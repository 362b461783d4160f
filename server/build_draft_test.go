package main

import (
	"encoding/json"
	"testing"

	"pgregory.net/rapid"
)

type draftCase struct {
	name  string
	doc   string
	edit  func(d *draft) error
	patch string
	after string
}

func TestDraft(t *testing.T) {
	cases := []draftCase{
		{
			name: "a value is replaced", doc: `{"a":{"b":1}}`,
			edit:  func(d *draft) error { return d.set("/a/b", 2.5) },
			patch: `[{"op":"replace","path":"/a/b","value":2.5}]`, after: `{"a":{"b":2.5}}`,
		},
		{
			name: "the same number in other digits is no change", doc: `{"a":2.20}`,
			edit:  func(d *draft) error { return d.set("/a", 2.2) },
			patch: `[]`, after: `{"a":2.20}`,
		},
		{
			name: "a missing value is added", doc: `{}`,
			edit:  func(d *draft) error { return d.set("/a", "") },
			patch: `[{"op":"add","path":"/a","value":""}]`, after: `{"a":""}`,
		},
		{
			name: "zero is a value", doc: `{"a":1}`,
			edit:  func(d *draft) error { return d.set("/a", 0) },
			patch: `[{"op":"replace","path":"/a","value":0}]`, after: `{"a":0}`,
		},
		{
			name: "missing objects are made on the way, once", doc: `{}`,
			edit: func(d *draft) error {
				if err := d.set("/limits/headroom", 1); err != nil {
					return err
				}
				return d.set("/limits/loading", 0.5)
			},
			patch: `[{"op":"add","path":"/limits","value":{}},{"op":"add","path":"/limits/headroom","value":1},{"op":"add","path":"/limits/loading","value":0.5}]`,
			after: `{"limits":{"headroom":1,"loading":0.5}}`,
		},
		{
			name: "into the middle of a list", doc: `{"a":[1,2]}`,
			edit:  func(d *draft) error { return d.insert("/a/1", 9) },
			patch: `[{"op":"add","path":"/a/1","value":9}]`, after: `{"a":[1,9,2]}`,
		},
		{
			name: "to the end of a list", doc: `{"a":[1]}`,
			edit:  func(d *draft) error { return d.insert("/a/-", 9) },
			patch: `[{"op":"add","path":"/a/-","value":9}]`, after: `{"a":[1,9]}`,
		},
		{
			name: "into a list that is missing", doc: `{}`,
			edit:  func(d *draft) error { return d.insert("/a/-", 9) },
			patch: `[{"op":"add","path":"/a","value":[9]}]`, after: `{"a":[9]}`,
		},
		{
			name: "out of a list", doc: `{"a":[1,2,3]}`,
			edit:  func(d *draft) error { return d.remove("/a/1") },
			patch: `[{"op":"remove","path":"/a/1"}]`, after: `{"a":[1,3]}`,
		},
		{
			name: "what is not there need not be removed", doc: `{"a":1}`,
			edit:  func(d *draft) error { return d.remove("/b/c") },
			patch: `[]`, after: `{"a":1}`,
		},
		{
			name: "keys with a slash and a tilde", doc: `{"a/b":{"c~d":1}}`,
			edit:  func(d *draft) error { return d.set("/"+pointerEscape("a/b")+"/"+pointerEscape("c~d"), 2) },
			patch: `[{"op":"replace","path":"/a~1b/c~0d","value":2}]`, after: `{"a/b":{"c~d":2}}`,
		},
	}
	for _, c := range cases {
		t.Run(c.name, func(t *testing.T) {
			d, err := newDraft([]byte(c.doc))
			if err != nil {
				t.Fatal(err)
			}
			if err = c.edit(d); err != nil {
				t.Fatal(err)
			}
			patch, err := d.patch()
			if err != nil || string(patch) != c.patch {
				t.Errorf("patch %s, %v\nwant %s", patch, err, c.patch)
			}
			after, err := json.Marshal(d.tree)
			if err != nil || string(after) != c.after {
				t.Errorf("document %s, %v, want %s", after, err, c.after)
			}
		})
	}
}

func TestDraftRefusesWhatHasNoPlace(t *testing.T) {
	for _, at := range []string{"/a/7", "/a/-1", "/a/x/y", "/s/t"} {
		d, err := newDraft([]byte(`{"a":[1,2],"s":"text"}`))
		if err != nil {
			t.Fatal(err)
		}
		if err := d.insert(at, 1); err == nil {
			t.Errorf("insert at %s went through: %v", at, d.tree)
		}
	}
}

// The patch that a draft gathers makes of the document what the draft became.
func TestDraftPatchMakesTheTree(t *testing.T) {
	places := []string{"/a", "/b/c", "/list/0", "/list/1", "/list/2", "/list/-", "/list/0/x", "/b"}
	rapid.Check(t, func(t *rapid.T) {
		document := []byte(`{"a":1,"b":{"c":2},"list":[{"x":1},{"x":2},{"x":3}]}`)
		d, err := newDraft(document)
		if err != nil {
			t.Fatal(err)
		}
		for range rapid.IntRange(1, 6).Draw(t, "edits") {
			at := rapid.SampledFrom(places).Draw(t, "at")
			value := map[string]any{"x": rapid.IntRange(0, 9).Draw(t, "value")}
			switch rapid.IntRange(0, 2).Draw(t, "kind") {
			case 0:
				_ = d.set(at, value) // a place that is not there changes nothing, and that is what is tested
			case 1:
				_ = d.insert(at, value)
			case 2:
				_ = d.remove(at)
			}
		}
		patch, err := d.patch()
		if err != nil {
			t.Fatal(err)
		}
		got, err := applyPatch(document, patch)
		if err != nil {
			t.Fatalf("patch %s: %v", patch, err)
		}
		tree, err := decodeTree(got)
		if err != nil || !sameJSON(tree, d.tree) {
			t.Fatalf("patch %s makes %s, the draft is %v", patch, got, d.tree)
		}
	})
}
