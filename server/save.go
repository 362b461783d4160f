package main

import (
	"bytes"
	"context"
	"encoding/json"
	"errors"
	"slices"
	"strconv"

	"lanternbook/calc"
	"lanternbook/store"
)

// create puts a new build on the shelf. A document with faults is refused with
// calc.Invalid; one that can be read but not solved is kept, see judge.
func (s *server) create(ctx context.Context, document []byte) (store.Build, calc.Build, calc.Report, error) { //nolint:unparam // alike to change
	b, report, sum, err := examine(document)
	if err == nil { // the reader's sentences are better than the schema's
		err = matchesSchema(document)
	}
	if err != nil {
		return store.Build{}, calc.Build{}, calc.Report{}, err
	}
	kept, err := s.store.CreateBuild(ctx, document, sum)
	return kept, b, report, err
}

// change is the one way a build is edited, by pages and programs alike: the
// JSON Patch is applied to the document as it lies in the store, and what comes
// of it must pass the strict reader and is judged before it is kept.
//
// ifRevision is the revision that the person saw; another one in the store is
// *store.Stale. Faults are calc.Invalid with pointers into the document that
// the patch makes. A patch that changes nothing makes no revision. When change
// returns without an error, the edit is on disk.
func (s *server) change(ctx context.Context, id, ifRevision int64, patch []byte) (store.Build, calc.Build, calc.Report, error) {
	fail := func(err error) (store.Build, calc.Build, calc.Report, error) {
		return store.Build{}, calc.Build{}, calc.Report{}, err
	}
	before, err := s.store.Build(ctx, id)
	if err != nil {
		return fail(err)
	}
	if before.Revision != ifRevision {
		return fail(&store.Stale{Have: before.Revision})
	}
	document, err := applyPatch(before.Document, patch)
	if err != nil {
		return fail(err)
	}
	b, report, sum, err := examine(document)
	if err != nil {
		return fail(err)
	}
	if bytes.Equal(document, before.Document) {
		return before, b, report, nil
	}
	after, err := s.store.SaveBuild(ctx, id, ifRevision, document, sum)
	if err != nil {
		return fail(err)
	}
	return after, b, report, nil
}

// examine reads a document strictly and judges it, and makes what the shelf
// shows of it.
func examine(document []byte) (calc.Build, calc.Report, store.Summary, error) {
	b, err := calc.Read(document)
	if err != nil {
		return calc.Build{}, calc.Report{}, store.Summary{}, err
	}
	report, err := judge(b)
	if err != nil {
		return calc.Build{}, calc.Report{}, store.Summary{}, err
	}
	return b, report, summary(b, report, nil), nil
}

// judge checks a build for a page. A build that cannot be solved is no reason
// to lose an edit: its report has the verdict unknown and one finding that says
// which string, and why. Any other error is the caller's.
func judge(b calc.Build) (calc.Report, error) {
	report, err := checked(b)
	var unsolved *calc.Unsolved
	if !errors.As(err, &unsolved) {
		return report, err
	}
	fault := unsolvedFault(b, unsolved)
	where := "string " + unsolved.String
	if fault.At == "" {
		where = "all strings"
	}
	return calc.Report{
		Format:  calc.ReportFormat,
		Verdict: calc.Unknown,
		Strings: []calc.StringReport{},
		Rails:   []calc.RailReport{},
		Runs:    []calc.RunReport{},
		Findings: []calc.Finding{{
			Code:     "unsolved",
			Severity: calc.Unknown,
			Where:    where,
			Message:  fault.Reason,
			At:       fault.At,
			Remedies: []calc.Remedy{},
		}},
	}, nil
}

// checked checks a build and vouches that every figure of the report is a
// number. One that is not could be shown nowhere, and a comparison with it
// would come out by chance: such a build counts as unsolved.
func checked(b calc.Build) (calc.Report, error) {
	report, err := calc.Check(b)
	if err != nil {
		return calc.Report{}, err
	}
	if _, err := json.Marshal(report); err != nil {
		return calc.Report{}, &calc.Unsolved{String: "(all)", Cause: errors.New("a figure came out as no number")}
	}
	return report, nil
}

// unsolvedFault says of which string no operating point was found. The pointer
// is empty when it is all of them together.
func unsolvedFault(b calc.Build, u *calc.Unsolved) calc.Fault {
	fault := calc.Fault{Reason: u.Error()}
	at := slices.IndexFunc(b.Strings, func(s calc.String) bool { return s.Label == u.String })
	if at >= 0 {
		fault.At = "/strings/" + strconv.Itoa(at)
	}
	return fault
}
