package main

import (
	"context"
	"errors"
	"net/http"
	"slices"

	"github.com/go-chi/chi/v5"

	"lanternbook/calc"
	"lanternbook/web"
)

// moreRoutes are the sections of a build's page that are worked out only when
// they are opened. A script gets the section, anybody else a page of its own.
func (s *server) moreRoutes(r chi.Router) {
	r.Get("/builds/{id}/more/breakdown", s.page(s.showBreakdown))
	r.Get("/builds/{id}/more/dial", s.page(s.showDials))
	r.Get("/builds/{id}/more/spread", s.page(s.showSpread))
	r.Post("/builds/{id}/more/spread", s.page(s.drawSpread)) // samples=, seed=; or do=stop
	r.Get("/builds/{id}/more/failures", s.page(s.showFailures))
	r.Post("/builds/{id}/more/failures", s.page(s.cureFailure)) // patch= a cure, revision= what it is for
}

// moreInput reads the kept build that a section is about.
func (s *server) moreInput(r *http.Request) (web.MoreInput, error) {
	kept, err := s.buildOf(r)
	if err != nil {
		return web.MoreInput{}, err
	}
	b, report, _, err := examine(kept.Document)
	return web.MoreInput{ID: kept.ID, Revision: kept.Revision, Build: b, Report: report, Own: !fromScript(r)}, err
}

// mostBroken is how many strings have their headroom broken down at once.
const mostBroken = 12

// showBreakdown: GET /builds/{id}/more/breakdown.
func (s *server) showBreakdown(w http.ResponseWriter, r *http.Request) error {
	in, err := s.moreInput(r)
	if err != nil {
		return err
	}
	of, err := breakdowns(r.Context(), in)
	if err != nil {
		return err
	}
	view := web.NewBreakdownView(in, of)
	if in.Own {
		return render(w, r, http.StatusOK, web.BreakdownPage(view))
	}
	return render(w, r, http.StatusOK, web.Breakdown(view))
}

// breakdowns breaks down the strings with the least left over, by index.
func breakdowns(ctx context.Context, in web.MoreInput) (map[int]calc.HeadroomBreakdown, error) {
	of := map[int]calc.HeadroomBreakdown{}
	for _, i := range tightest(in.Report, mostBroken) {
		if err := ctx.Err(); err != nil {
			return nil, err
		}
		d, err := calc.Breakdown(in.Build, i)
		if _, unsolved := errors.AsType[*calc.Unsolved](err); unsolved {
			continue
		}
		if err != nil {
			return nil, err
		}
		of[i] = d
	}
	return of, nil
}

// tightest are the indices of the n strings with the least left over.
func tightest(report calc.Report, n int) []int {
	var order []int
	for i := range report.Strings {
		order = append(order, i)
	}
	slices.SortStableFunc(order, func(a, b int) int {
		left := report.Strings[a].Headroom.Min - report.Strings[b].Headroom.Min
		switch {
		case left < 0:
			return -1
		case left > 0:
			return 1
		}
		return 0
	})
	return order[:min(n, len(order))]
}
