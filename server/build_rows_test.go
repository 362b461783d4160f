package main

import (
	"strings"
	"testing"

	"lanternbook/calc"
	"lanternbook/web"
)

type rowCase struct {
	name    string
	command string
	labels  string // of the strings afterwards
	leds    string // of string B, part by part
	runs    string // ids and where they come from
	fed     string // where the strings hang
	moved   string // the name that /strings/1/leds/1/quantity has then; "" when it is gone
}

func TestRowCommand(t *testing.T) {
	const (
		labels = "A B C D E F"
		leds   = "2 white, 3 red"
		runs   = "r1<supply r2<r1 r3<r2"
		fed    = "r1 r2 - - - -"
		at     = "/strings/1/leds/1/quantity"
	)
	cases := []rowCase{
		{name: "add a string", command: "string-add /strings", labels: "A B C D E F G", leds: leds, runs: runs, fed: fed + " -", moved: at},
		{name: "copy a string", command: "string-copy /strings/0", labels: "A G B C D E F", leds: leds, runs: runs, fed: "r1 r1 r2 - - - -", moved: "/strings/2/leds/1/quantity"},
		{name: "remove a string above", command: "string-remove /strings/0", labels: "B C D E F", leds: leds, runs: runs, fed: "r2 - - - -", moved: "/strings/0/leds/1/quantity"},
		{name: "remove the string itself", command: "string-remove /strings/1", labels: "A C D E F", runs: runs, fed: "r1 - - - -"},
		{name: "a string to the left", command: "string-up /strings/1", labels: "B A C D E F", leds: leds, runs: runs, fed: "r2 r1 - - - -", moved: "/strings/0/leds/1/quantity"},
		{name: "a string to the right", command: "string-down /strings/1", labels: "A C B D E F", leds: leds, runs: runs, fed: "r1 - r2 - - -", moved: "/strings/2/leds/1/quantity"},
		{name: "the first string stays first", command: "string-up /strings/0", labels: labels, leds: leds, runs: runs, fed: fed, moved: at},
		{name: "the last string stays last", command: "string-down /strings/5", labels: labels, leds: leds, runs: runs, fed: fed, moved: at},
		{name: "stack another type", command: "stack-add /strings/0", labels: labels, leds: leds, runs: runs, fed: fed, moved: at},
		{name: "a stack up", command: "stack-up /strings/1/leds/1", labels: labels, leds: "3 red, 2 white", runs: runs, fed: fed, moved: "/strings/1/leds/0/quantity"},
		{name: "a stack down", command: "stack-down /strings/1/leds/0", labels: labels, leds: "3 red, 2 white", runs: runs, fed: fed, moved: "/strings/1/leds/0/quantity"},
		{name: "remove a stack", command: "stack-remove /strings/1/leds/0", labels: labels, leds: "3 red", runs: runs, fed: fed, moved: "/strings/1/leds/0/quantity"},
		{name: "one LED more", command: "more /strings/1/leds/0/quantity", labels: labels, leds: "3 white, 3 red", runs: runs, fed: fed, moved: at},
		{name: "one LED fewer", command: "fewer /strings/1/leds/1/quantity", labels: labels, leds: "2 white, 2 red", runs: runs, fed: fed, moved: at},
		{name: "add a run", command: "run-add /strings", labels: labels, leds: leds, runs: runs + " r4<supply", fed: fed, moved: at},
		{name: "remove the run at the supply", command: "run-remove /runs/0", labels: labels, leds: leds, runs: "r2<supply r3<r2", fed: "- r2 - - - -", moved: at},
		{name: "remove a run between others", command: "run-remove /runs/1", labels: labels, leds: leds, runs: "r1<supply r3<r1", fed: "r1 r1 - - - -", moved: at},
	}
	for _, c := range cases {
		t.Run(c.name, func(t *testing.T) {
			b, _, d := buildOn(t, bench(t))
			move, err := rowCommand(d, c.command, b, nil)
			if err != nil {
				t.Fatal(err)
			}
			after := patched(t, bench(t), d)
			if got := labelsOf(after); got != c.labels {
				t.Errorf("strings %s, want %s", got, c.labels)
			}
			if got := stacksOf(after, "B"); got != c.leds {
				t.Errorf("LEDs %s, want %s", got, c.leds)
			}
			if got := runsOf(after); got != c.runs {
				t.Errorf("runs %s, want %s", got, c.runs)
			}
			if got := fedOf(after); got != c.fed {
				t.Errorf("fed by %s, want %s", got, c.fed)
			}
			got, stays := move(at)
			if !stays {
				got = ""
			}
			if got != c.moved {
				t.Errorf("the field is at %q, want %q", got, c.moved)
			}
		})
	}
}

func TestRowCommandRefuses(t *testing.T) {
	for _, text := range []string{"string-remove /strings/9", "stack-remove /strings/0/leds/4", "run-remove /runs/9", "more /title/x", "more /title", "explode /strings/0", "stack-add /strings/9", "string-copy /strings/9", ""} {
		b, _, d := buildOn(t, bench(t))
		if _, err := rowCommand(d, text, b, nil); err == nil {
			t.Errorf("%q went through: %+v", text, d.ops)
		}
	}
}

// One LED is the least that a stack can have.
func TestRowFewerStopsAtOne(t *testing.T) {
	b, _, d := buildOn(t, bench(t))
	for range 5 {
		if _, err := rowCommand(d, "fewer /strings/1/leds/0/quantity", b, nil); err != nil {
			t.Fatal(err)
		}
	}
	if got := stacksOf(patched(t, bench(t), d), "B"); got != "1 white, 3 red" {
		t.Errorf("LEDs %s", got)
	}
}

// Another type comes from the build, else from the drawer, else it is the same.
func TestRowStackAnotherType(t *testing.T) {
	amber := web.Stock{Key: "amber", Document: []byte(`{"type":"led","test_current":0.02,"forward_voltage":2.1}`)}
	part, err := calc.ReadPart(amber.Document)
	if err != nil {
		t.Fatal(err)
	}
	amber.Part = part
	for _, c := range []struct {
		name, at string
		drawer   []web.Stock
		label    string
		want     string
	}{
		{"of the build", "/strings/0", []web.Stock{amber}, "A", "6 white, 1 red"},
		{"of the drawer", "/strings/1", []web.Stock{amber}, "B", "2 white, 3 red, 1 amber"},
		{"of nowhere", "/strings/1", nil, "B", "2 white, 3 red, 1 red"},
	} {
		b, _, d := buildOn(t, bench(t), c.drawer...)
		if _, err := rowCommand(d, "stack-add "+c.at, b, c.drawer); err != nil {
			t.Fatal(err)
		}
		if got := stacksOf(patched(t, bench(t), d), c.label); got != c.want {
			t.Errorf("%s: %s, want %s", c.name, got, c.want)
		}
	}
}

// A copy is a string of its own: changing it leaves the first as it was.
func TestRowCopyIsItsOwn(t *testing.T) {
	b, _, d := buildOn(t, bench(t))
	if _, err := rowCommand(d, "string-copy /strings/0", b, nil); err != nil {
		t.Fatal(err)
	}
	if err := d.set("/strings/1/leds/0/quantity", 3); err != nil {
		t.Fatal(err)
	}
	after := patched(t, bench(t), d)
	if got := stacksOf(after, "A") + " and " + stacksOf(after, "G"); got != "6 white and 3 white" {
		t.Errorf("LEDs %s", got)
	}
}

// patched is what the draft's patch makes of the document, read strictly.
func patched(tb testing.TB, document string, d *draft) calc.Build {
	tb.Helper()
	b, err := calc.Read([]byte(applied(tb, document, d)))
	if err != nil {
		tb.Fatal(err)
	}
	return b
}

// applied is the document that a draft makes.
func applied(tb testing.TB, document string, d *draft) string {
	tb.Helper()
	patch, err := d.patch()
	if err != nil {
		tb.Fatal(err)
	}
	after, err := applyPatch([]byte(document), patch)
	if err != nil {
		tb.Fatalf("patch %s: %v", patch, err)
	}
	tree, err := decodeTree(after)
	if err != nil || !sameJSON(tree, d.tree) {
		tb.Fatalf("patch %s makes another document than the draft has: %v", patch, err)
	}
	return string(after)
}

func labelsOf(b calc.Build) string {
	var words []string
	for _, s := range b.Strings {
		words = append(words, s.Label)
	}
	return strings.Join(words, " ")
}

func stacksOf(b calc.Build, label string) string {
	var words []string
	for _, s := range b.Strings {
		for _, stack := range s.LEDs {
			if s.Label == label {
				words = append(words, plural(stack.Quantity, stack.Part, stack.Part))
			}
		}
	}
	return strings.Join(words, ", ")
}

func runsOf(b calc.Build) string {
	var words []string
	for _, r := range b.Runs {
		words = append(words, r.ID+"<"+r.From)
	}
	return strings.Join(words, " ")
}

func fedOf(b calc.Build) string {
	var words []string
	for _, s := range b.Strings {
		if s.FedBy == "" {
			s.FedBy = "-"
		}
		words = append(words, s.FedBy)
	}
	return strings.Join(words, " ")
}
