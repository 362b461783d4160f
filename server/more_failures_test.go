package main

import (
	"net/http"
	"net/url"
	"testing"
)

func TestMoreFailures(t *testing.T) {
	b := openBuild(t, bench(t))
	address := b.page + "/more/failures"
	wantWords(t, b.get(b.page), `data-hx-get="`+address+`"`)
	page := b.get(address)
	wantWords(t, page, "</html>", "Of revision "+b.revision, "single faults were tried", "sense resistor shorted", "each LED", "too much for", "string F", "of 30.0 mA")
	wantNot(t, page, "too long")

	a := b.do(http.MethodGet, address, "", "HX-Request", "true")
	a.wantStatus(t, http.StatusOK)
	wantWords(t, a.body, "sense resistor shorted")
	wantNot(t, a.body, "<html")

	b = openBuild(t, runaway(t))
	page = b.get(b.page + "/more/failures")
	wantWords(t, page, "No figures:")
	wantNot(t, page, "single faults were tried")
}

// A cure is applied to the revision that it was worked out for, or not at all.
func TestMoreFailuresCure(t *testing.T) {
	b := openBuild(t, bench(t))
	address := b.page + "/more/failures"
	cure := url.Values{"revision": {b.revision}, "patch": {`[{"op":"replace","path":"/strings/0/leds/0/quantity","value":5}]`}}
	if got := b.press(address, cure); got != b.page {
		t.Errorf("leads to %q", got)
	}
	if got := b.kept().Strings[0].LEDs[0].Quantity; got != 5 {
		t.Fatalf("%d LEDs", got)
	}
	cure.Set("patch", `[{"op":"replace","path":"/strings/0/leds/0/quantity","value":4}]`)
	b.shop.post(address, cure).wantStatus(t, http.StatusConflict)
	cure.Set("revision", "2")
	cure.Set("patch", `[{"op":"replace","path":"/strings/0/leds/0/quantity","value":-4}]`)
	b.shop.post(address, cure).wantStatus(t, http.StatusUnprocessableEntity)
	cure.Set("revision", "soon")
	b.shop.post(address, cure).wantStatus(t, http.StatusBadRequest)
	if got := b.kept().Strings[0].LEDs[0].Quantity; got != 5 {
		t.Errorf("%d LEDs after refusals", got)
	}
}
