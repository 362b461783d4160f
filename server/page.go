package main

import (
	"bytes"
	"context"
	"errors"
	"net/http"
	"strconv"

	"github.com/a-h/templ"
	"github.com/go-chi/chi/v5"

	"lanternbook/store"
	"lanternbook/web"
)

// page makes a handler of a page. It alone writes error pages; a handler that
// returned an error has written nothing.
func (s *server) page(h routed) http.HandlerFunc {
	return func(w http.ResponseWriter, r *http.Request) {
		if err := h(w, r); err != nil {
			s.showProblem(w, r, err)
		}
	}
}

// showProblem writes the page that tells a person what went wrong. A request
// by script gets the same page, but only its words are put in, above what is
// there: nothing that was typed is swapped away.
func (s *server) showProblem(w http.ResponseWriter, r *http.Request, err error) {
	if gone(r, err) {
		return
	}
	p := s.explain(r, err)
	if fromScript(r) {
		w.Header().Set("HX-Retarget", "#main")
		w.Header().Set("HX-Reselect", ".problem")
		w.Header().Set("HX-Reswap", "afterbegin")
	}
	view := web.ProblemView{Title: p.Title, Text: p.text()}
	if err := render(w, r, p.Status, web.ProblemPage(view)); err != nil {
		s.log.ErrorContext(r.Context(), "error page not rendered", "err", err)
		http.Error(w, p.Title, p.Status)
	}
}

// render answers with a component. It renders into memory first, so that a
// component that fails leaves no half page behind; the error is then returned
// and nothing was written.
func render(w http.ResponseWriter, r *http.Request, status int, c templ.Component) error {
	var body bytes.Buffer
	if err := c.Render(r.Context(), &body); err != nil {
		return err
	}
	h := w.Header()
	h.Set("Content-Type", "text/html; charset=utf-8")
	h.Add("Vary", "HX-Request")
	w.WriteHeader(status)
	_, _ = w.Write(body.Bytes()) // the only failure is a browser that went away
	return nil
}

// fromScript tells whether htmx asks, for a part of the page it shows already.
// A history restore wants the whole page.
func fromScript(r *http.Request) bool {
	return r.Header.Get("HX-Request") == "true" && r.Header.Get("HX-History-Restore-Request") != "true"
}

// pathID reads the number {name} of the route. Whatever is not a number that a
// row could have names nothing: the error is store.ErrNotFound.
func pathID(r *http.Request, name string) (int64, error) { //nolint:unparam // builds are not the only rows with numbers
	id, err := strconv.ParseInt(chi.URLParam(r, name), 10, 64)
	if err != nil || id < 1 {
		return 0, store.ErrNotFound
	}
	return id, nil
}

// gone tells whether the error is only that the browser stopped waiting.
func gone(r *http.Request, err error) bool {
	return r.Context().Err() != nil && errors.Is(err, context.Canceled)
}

*TASK TO CARRY OUT:* Copy all lines in the listing above where the string "leaves" appears.

*EXERCISE RESPONSE:*
// A copy is a string of its own: changing it leaves the first as it was.
// component that fails leaves no half page behind; the error is then returned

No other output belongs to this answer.